Totem

Robert Lepage
Cirque du Soleil
Royal Albert Hall

Totem Credit: Matt Beard
Totem Credit: Matt Beard
Totem Credit: Matt Beard
Totem Credit: Matt Beard
Totem Credit: Matt Beard
Totem Credit: Matt Beard

Cirque du Soleil’s 2010 show Totem describes itself as “an odyssey of the human species”. And, there’s a touch of epic Romanticism about Totem with respect to both the scale of its ambition to trace the evolution of human life from amphibian to air-borne and in its exploration of man’s relationship with the natural world.

At the Royal Albert Hall, to which the show has returned, the ‘set’ is simple: from a bed of reeds (masking the musicians who provide a stonking pulse throughout the evening), a marshy expanse stretches, at the centre of which is a ramp leading to the central performance space. But, the design—lighting, technological, costume and choreography—is anything but plain or uncomplicated. The marsh is transformed by stunning projections, metamorphosing like an electrified kaleidoscope into lapping, ebbing waves; a surging river; the still ocean; volcanic fire. From its centre, an arched plank rears up like a roaring dragon, swallowing and releasing varied life forms.

The show’s narrative is neither chronological nor, it must be said, sustained. It moves between primeval and present-day, between cultures and climes, and by Part 2 the connections between the acrobatic wizardry and the central concept wear rather thin. Moreover, the comic interpolations, while preventing kinetic overload, slathered on overkill camp and kitsch and wore my patience rather thin too.

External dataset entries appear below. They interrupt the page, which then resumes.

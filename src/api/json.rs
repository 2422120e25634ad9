//! The JSON body extractor, so that a body the handlers cannot read is refused like every other
//! input: a problem naming the field and the rule it broke.
//!
//! The field is a path into the body in the schema's own style (`items[2].features`,
//! `[0].label`), `body` for the body as a whole, or `Content-Type` for the header. Syntax errors
//! are 400 (the text is not JSON), shape errors 422 (JSON, but not what the route takes), a body
//! over `server.body_limit` 413 and a missing or non-JSON content type 415. Field names
//! and rules quote the caller's text, so both are cut to a bounded length.

use axum::body::Bytes;
use axum::extract::{FromRequest, Request};
use axum::http::{header, HeaderMap, StatusCode};
use serde::de::DeserializeOwned;
use serde_json::error::Category;

use super::problem::Problem;

/// The field name for the body as a whole.
pub(super) const BODY: &str = "body";

/// Longest field name or rule echoed back (the caller chooses the text in both).
const MAX_ECHO_CHARS: usize = 200;

/// `axum::Json`, with every refusal answered as a problem that names field and rule.
pub(super) struct ApiJson<T>(pub T);

/// The configured body limit, read from the state for the 413's rule: a request extension
/// cost a boxed insert into the request's extension map on every request.
pub(super) trait BodyLimitOf {
    fn body_limit(&self) -> usize;
}

impl BodyLimitOf for super::ApiState {
    fn body_limit(&self) -> usize {
        self.config.server.body_limit
    }
}

impl<T: BodyLimitOf> BodyLimitOf for std::sync::Arc<T> {
    fn body_limit(&self) -> usize {
        T::body_limit(self)
    }
}

impl<S, T> FromRequest<S> for ApiJson<T>
where
    T: DeserializeOwned,
    S: BodyLimitOf + Send + Sync,
{
    type Rejection = Problem;

    async fn from_request(req: Request, state: &S) -> Result<Self, Self::Rejection> {
        let body = read_body(req, state).await?;
        parse(&body).map(ApiJson)
    }
}

/// A JSON body's bytes, whole: refused when its content type is not JSON, when it is over
/// `server.body_limit` or when it does not arrive whole.
pub(super) async fn read_body<S: BodyLimitOf>(req: Request, state: &S) -> Result<Bytes, Problem> {
    if !is_json(req.headers()) {
        return Err(Problem::new(
            StatusCode::UNSUPPORTED_MEDIA_TYPE,
            "unsupported-media-type",
            "Unsupported media type",
            "send the body as JSON with `Content-Type: application/json`",
        )
        .naming("Content-Type", "must be application/json"));
    }
    read_limited(req, state.body_limit()).await
}

/// A body's bytes, whole and within `limit` (`server.body_limit`), read here rather than by
/// axum's extractors, whose limit comes from a request extension (a boxed insert into the
/// request's extension map on every request).
async fn read_limited(req: Request, limit: usize) -> Result<Bytes, Problem> {
    use http_body_util::BodyExt;
    match http_body_util::Limited::new(req.into_body(), limit)
        .collect()
        .await
    {
        Ok(collected) => Ok(collected.to_bytes()),
        Err(e) if e.is::<http_body_util::LengthLimitError>() => Err(Problem::new(
            StatusCode::PAYLOAD_TOO_LARGE,
            "body-too-large",
            "Body too large",
            "the body is larger than the service accepts",
        )
        .naming(BODY, format!("at most {limit} bytes (server.body_limit)"))),
        Err(_) => Err(Problem::new(
            StatusCode::BAD_REQUEST,
            "unreadable-body",
            "Unreadable body",
            "the body could not be read",
        )
        .naming(BODY, "must arrive whole")),
    }
}

/// A body's bytes, of any content type, within `server.body_limit`: for the routes whose
/// body is optional.
pub(super) struct BodyBytes(pub Bytes);

impl<S: BodyLimitOf + Send + Sync> FromRequest<S> for BodyBytes {
    type Rejection = Problem;

    async fn from_request(req: Request, state: &S) -> Result<Self, Problem> {
        read_limited(req, state.body_limit()).await.map(BodyBytes)
    }
}

/// Whether the content type is `application/json` or an `application/…+json` type.
fn is_json(headers: &HeaderMap) -> bool {
    let Some(value) = headers
        .get(header::CONTENT_TYPE)
        .and_then(|v| v.to_str().ok())
    else {
        return false;
    };
    // Media types are case-insensitive (RFC 9110 §8.3.1); compared without a lowered copy.
    let essence = value.split(';').next().unwrap_or("").trim().as_bytes();
    let starts = |prefix: &str| {
        essence.len() >= prefix.len()
            && essence[..prefix.len()].eq_ignore_ascii_case(prefix.as_bytes())
    };
    let ends = |suffix: &str| {
        essence.len() >= suffix.len()
            && essence[essence.len() - suffix.len()..].eq_ignore_ascii_case(suffix.as_bytes())
    };
    essence.eq_ignore_ascii_case(b"application/json") || (starts("application/") && ends("+json"))
}

/// Reads a whole body as `T`; a refusal names where in the body it went wrong and why.
pub(super) fn parse<T: DeserializeOwned>(body: &[u8]) -> Result<T, Problem> {
    if body.iter().all(u8::is_ascii_whitespace) {
        return Err(Problem::new(
            StatusCode::BAD_REQUEST,
            "empty-body",
            "Empty body",
            "the body is empty; this route takes a JSON document",
        )
        .naming(BODY, "must not be empty; send a JSON document"));
    }
    // The common case, a body that reads, goes without the path tracking (a wrapper around
    // every key and value); only a refused body is read again to name where it went wrong.
    let mut reader = serde_json::Deserializer::from_slice(body);
    if let Ok(value) = T::deserialize(&mut reader).and_then(|value| reader.end().map(|()| value)) {
        return Ok(value);
    }
    let mut reader = serde_json::Deserializer::from_slice(body);
    let value: T = serde_path_to_error::deserialize(&mut reader).map_err(|e| {
        let path = e.path().to_string();
        refusal(body, &path, &e.into_inner())
    })?;
    reader.end().map_err(|e| refusal(body, ".", &e))?;
    Ok(value)
}

/// The problem for one deserialization error at `path` (serde_path_to_error's form, `.` for
/// the top level).
fn refusal(body: &[u8], path: &str, error: &serde_json::Error) -> Problem {
    let text = error.to_string();
    let message = text
        .strip_suffix(&format!(
            " at line {} column {}",
            error.line(),
            error.column()
        ))
        .unwrap_or(&text);
    let field = field_name(path, message);
    match error.classify() {
        Category::Data => {
            let rule = clip(message);
            Problem::new(
                StatusCode::UNPROCESSABLE_ENTITY,
                "invalid-body",
                "Invalid body",
                format!("`{field}`: {rule}"),
            )
            .naming(field, rule)
        }
        Category::Syntax | Category::Eof | Category::Io => {
            let hint = if names_a_non_finite_number(body, error.line(), error.column()) {
                "; NaN and Infinity are not JSON numbers"
            } else {
                ""
            };
            let rule = format!("must be valid JSON: {}{hint}", clip(&text));
            Problem::new(
                StatusCode::BAD_REQUEST,
                "malformed-json",
                "Malformed JSON",
                format!("`{field}`: {rule}"),
            )
            .naming(field, rule)
        }
    }
}

/// The path as a field name: serde names an unknown, missing or repeated member only in its
/// message, so that name is appended; the top level is [`BODY`].
fn field_name(path: &str, message: &str) -> String {
    let base = if path == "." { "" } else { path };
    let named = ["unknown field `", "missing field `", "duplicate field `"]
        .iter()
        .find_map(|prefix| message.strip_prefix(prefix))
        .and_then(|rest| rest.split('`').next())
        .filter(|name| !name.is_empty());
    let field = match named {
        Some(name) if base.is_empty() => name.to_owned(),
        Some(name) if !base.ends_with(name) => format!("{base}.{name}"),
        _ => base.to_owned(),
    };
    if field.is_empty() {
        BODY.to_owned()
    } else {
        clip(&field)
    }
}

/// Whether the text around a syntax error's position spells `NaN` or `Infinity`.
fn names_a_non_finite_number(body: &[u8], line: usize, column: usize) -> bool {
    let line_start = body
        .split(|&b| b == b'\n')
        .take(line.saturating_sub(1))
        .map(|l| l.len() + 1)
        .sum::<usize>();
    let at = (line_start + column).saturating_sub(1).min(body.len());
    let window = &body[at.saturating_sub(10)..(at + 10).min(body.len())];
    [b"NaN".as_slice(), b"Infinity"]
        .iter()
        .any(|word| window.windows(word.len()).any(|w| w == *word))
}

fn clip(text: &str) -> String {
    crate::text::clip(text, MAX_ECHO_CHARS)
}

#[cfg(test)]
mod tests {
    use super::*;
    use serde::Deserialize;

    #[test]
    fn json_media_types_are_recognized_in_any_case_with_parameters() {
        let is = |value: &str| {
            let mut headers = HeaderMap::new();
            headers.insert(header::CONTENT_TYPE, value.parse().unwrap());
            is_json(&headers)
        };
        // Media types are case-insensitive (RFC 9110 §8.3.1); `+json` is the structured
        // syntax suffix (RFC 6839 §3.1).
        for accepted in [
            "application/json",
            "Application/JSON; charset=utf-8",
            " application/json ",
            "application/vnd.example+json",
            "APPLICATION/PROBLEM+JSON",
        ] {
            assert!(is(accepted), "{accepted}");
        }
        for refused in [
            "text/plain",
            "application/jsonx",
            "application/json-seq",
            "json",
            "",
        ] {
            assert!(!is(refused), "{refused}");
        }
        assert!(!is_json(&HeaderMap::new()), "no content type");
    }

    #[derive(Debug, Deserialize)]
    #[serde(deny_unknown_fields)]
    #[allow(dead_code)]
    struct Item {
        label: f64,
        tags: Vec<String>,
    }

    fn refused(body: &str) -> (u16, String, String) {
        let problem = parse::<Vec<Item>>(body.as_bytes()).unwrap_err();
        let error = &problem.errors[0];
        (
            problem.status.as_u16(),
            error.field.clone(),
            error.rule.clone(),
        )
    }

    #[test]
    fn a_refusal_names_the_path_into_the_body_and_the_rule() {
        let (status, field, rule) =
            refused(r#"[{"label": 1, "tags": []}, {"label": "1", "tags": []}]"#);
        assert_eq!((status, field.as_str()), (422, "[1].label"));
        assert!(rule.contains("invalid type: string"), "{rule}");

        let (status, field, _) = refused(r#"[{"label": 1, "tags": [], "colour": 2}]"#);
        assert_eq!((status, field.as_str()), (422, "[0].colour"));
        let (status, field, rule) = refused(r#"[{"label": 1}]"#);
        assert_eq!((status, field.as_str()), (422, "[0].tags"));
        assert!(rule.contains("missing field"), "{rule}");
        let (status, field, _) = refused(r#"{"label": 1}"#);
        assert_eq!((status, field.as_str()), (422, BODY));
    }

    #[test]
    fn text_that_is_not_json_is_a_400_and_says_so() {
        let (status, field, rule) = refused(r#"[{"label": NaN, "tags": []}]"#);
        assert_eq!((status, field.as_str()), (400, "[0].label"));
        assert!(
            rule.contains("NaN and Infinity are not JSON numbers"),
            "{rule}"
        );
        let (status, field, rule) = refused("[] []");
        assert_eq!((status, field.as_str()), (400, BODY));
        assert!(rule.contains("trailing characters"), "{rule}");
        let (status, field, rule) = refused("  \n ");
        assert_eq!((status, field.as_str()), (400, BODY));
        assert!(rule.contains("must not be empty"), "{rule}");
        let deep = "[".repeat(100_000);
        let problem = parse::<serde_json::Value>(deep.as_bytes()).unwrap_err();
        assert_eq!(problem.status, StatusCode::BAD_REQUEST);
        assert!(
            problem.errors[0].rule.contains("recursion limit"),
            "{problem:?}"
        );
        // In a typed body the first level that cannot be an array says so instead.
        let (status, field, rule) = refused(&deep);
        assert_eq!((status, field.as_str()), (422, "[0][0]"), "{rule}");
    }

    #[test]
    fn echoed_names_are_cut_to_a_bounded_length() {
        let long = "k".repeat(100_000);
        let (status, field, rule) =
            refused(&format!(r#"[{{"label": 1, "tags": [], "{long}": 1}}]"#));
        assert_eq!(status, 422);
        assert!(
            field.chars().count() <= MAX_ECHO_CHARS + 1,
            "{}",
            field.len()
        );
        assert!(rule.chars().count() <= MAX_ECHO_CHARS + 1, "{}", rule.len());
    }
}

However, it’s not a narrative but ‘pure theatre’ that the audience at a performance of Totem (which opened in Montreal in 2010) are there to see and from the moment that Crystal Man descends, upside-down from the RAH’s lofty far reaches, a diamante spark-of-life to initiate the evolutionary journey, it’s theatre that Cirque du Soleil delivers.

Centre-stage rests a huge, emerald, encrusted turtle shell, which is upturned by Crystal Man’s magic to reveal a skeletal architecture—the interlacing shell form resembles a neural network—from which tadpole-like beings in green and silver shiny bodysuits spring and leap with apt joie de vivre.

The series of scenes which follow demonstrate pinnacles of human development and expertise: physical strength, speed and balance; manual-eye dexterity and coordination; muscle control and flexibility; the power of estimation, calculation and timing; human judgement and trust. Ironically, then, Totem is a celebration not only of human development but of the very aptitude, excellence and potential that underpins Cirque du Soleil’s own existence.

Some scenes are wry. The timeline of human evolution is represented by a procession of increasingly tall and upright figures, from ape to Ardipithecus, from homo erectus to homo sapiens by way of Neanderthal. Modern man is a city boy in a sharp suit clutching a mobile phone. But the argument here is ambiguous. Divested of his clothes and briefcase by his ancestral forebears, the humiliation of this businessman, left wearing only his red underpants and tie, seems to be a denouncement of human hubris. Yet he ascends defiantly to the top of a Chinese pole and triumphs over the ‘lesser beings’ in a demonstration of steely physical strength and stamina.

The dexterity is at times almost devilish: the Amerindians’ hoops, symbols of the cycles of life, the scientist’s illuminated atoms and the toreador’s diabolo spin too fast for the eye to follow. There’s more gravity defying twirling when velocity lifts a female roller-skater who appears to be connected to her male partner's neck by only her feet as he whirls like a dervish on a small, circular platform.

One marvels at the coordination and synchronicity, as well as the elastic athleticism and grace, of the Russian bar acrobats who spring from one narrow elasticated plank, twist and spin mid-air and whose feet must find their way to a different bar, positioned by watchful carriers beneath them. Such harmonisation reaches a peak in a scene for five Chinese unicyclists who use one foot to balance their single wheels and the other to toss small bowls which they catch on their heads. The precision needed as the bowls loop backwards over the shoulder of one cyclist, landing plumb on the hat of another moving acrobat, suggests that they are doing mathematical calculations as they ride, rest and rock. Is it instinct or insight; or simply practice? Whichever, it’s both simple in concept and stunningly sophisticated in execution.

Human mating rituals are ‘celebrated’ too, in their most elevated and banal forms. The latter are represented by beach boys who show off their pecs while dangling in improbable formations from swinging rings to impress a bikinied babe. Sensuousness and synergy come in the form of a conflict and reconciliation sequence which sees a pair of trapeze artists engage in an airborne ‘argument’ of astonishing choreographic complexity and grace.

Charles Darwin, attired in top hat and waistcoat, can be espied at times, observing the mosaic of evolutionary processes: one imagines that he would be pleased that the performers' feats offer evidence that his hunches about natural selection and survival of the fittest were indeed true.